*Input material*:
------------------------------------

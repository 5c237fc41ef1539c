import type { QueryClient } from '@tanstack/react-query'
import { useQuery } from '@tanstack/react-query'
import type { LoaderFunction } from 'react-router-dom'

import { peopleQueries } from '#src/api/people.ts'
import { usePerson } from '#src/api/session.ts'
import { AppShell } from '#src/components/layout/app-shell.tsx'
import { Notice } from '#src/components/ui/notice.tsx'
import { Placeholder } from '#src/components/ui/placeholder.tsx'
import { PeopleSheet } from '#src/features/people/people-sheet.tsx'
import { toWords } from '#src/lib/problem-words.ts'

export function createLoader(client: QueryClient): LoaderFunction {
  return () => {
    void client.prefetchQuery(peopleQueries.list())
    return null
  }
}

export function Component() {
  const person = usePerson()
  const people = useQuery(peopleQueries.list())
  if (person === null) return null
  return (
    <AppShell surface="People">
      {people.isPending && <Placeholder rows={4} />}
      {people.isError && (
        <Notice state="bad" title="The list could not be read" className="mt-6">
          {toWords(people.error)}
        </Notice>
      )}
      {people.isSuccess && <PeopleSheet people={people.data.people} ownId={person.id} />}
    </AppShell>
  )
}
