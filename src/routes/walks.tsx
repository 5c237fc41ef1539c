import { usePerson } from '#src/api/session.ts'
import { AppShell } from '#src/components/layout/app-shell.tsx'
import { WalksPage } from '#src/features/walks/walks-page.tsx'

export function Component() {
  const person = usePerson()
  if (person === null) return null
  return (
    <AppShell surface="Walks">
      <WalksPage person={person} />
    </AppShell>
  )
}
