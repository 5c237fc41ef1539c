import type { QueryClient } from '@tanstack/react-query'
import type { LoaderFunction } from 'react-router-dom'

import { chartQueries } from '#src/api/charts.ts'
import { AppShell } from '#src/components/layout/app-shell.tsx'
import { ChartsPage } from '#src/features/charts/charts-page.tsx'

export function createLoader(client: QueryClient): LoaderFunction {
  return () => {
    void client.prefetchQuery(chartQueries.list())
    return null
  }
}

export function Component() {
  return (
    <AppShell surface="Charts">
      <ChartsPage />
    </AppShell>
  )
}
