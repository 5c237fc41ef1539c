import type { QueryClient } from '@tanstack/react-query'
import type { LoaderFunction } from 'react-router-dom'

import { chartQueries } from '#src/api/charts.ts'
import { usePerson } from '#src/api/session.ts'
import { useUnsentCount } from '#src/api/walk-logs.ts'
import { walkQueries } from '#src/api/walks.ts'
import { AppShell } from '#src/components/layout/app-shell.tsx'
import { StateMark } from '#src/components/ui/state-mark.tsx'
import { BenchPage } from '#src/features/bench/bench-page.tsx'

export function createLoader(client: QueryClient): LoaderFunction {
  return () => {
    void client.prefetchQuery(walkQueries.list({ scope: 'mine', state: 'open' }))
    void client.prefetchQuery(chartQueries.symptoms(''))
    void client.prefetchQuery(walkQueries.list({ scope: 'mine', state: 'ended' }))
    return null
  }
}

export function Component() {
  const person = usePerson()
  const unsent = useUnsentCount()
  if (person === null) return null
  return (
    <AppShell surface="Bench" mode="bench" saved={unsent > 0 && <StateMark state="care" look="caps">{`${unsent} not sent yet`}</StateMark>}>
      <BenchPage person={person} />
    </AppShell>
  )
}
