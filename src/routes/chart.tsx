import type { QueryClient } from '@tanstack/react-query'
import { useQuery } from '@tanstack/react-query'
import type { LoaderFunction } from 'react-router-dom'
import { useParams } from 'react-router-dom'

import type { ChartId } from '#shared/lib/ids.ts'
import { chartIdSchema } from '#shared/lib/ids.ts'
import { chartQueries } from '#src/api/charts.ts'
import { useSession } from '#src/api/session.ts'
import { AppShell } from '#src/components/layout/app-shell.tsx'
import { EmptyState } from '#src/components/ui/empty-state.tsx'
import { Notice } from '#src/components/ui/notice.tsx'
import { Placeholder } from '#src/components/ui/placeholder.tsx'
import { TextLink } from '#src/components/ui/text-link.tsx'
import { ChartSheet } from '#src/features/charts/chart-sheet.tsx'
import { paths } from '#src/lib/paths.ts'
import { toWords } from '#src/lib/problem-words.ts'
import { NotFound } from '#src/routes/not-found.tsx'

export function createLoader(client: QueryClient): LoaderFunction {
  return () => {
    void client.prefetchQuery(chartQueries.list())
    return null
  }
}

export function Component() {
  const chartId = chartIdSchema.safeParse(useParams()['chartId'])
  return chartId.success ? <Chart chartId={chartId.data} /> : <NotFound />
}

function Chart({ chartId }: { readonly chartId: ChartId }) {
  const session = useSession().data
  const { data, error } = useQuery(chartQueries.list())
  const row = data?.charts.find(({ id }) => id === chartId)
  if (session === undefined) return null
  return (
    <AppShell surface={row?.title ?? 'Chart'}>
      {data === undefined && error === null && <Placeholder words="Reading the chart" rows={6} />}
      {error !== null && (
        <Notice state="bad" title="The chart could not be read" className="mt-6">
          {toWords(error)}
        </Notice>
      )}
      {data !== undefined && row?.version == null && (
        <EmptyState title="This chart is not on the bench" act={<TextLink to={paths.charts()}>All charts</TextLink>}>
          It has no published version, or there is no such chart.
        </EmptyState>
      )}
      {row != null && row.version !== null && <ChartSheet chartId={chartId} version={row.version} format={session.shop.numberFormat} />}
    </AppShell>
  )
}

------------------------------------

*What to do*: Each entry needs to be copied out exactly.

*Task output*:
repository 5c237fc41ef1539c
import type { QueryClient } from '@tanstack/react-query'
import { useQuery } from '@tanstack/react-query'
import type { LoaderFunction } from 'react-router-dom'

import { peopleQueries } from '#src/api/people.ts'
import { usePerson } from '#src/api/session.ts'
import { AppShell } from '#src/components/layout/app-shell.tsx'
import { Notice } from '#src/components/ui/notice.tsx'
import { Placeholder } from '#src/components/ui/placeholder.tsx'
import { PeopleSheet } from '#src/features/people/people-sheet.tsx'
import { toWords } from '#src/lib/problem-words.ts'

export function createLoader(client: QueryClient): LoaderFunction {
  return () => {
    void client.prefetchQuery(peopleQueries.list())
    return null
  }
}

export function Component() {
  const person = usePerson()
  const people = useQuery(peopleQueries.list())
  if (person === null) return null
  return (
    <AppShell surface="People">
      {people.isPending && <Placeholder rows={4} />}
      {people.isError && (
        <Notice state="bad" title="The list could not be read" className="mt-6">
          {toWords(people.error)}
        </Notice>
      )}
      {people.isSuccess && <PeopleSheet people={people.data.people} ownId={person.id} />}
    </AppShell>
  )
}
filename src/routes/walks.tsx
repository 5c237fc41ef1539c
import { usePerson } from '#src/api/session.ts'
import { AppShell } from '#src/components/layout/app-shell.tsx'
import { WalksPage } from '#src/features/walks/walks-page.tsx'

export function Component() {
  const person = usePerson()
  if (person === null) return null
  return (
    <AppShell surface="Walks">
      <WalksPage person={person} />
    </AppShell>
  )
}
repository 5c237fc41ef1539c
import type { QueryClient } from '@tanstack/react-query'
import type { LoaderFunction } from 'react-router-dom'

import { chartQueries } from '#src/api/charts.ts'
import { AppShell } from '#src/components/layout/app-shell.tsx'
import { ChartsPage } from '#src/features/charts/charts-page.tsx'

export function createLoader(client: QueryClient): LoaderFunction {
  return () => {
    void client.prefetchQuery(chartQueries.list())
    return null
  }
}

export function Component() {
  return (
    <AppShell surface="Charts">
      <ChartsPage />
    </AppShell>
  )
}
repository 5c237fc41ef1539c
import type { QueryClient } from '@tanstack/react-query'
import type { LoaderFunction } from 'react-router-dom'

import { chartQueries } from '#src/api/charts.ts'
import { usePerson } from '#src/api/session.ts'
import { useUnsentCount } from '#src/api/walk-logs.ts'
import { walkQueries } from '#src/api/walks.ts'
import { AppShell } from '#src/components/layout/app-shell.tsx'
import { StateMark } from '#src/components/ui/state-mark.tsx'
import { BenchPage } from '#src/features/bench/bench-page.tsx'

export function createLoader(client: QueryClient): LoaderFunction {
  return () => {
    void client.prefetchQuery(walkQueries.list({ scope: 'mine', state: 'open' }))
    void client.prefetchQuery(chartQueries.symptoms(''))
    void client.prefetchQuery(walkQueries.list({ scope: 'mine', state: 'ended' }))
    return null
  }
}

export function Component() {
  const person = usePerson()
  const unsent = useUnsentCount()
  if (person === null) return null
  return (
    <AppShell surface="Bench" mode="bench" saved={unsent > 0 && <StateMark state="care" look="caps">{`${unsent} not sent yet`}</StateMark>}>
      <BenchPage person={person} />
    </AppShell>
  )
}
filename src/routes/chart.tsx
import type { QueryClient } from '@tanstack/react-query'
import { useQuery } from '@tanstack/react-query'
import type { LoaderFunction } from 'react-router-dom'
import { useParams } from 'react-router-dom'

import type { ChartId } from '#shared/lib/ids.ts'
import { chartIdSchema } from '#shared/lib/ids.ts'
import { chartQueries } from '#src/api/charts.ts'
import { useSession } from '#src/api/session.ts'
import { AppShell } from '#src/components/layout/app-shell.tsx'
import { EmptyState } from '#src/components/ui/empty-state.tsx'
import { Notice } from '#src/components/ui/notice.tsx'
import { Placeholder } from '#src/components/ui/placeholder.tsx'
import { TextLink } from '#src/components/ui/text-link.tsx'
import { ChartSheet } from '#src/features/charts/chart-sheet.tsx'
import { paths } from '#src/lib/paths.ts'
import { toWords } from '#src/lib/problem-words.ts'
import { NotFound } from '#src/routes/not-found.tsx'

export function createLoader(client: QueryClient): LoaderFunction {
  return () => {
    void client.prefetchQuery(chartQueries.list())
    return null
  }
}

export function Component() {
  const chartId = chartIdSchema.safeParse(useParams()['chartId'])
  return chartId.success ? <Chart chartId={chartId.data} /> : <NotFound />
}

function Chart({ chartId }: { readonly chartId: ChartId }) {
  const session = useSession().data
  const { data, error } = useQuery(chartQueries.list())
  const row = data?.charts.find(({ id }) => id === chartId)
  if (session === undefined) return null
  return (
    <AppShell surface={row?.title ?? 'Chart'}>
      {data === undefined && error === null && <Placeholder words="Reading the chart" rows={6} />}
      {error !== null && (
        <Notice state="bad" title="The chart could not be read" className="mt-6">
          {toWords(error)}
        </Notice>
      )}
      {data !== undefined && row?.version == null && (
        <EmptyState title="This chart is not on the bench" act={<TextLink to={paths.charts()}>All charts</TextLink>}>
          It has no published version, or there is no such chart.
        </EmptyState>
      )}
      {row != null && row.version !== null && <ChartSheet chartId={chartId} version={row.version} format={session.shop.numberFormat} />}
    </AppShell>
  )
}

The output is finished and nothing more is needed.